───── MATERIAL FOR THIS TASK ─────

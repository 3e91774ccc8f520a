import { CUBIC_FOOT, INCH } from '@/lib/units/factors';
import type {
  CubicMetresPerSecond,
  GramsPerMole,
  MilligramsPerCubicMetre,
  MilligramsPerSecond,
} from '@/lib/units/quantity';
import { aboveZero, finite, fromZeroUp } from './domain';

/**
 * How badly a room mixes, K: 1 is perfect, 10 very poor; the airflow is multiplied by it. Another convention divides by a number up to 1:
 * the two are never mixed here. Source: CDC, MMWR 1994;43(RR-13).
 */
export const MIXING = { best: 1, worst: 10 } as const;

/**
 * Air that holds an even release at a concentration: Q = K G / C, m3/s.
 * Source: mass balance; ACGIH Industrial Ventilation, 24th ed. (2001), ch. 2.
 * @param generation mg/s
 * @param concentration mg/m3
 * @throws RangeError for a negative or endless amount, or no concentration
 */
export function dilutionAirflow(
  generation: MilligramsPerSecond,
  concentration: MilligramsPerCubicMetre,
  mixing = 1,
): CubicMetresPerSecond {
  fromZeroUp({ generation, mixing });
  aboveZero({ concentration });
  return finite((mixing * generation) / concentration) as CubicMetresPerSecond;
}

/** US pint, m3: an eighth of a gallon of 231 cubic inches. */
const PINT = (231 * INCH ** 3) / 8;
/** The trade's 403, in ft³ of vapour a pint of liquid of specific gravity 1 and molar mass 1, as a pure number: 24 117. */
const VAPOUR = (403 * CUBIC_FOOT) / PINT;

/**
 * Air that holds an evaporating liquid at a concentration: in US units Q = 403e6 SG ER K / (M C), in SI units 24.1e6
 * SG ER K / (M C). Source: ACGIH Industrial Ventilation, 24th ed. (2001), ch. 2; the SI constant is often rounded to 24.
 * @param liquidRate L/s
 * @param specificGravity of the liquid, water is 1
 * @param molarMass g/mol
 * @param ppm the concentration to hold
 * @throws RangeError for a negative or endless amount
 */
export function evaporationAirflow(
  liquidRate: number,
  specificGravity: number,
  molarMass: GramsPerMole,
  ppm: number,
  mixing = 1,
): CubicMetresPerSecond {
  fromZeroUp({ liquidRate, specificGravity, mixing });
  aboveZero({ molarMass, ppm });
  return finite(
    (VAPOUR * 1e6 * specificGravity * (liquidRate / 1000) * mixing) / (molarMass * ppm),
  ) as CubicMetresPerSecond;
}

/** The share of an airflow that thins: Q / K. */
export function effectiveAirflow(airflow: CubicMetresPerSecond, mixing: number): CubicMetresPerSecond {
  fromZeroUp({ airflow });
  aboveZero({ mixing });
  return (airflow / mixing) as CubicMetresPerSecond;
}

─────

> [ABOUT THIS TASK]:
For this exercise, copy each line from the listing above that has the word "GramsPerMole".

> [TASK RESULT]:
  GramsPerMole,
  molarMass: GramsPerMole,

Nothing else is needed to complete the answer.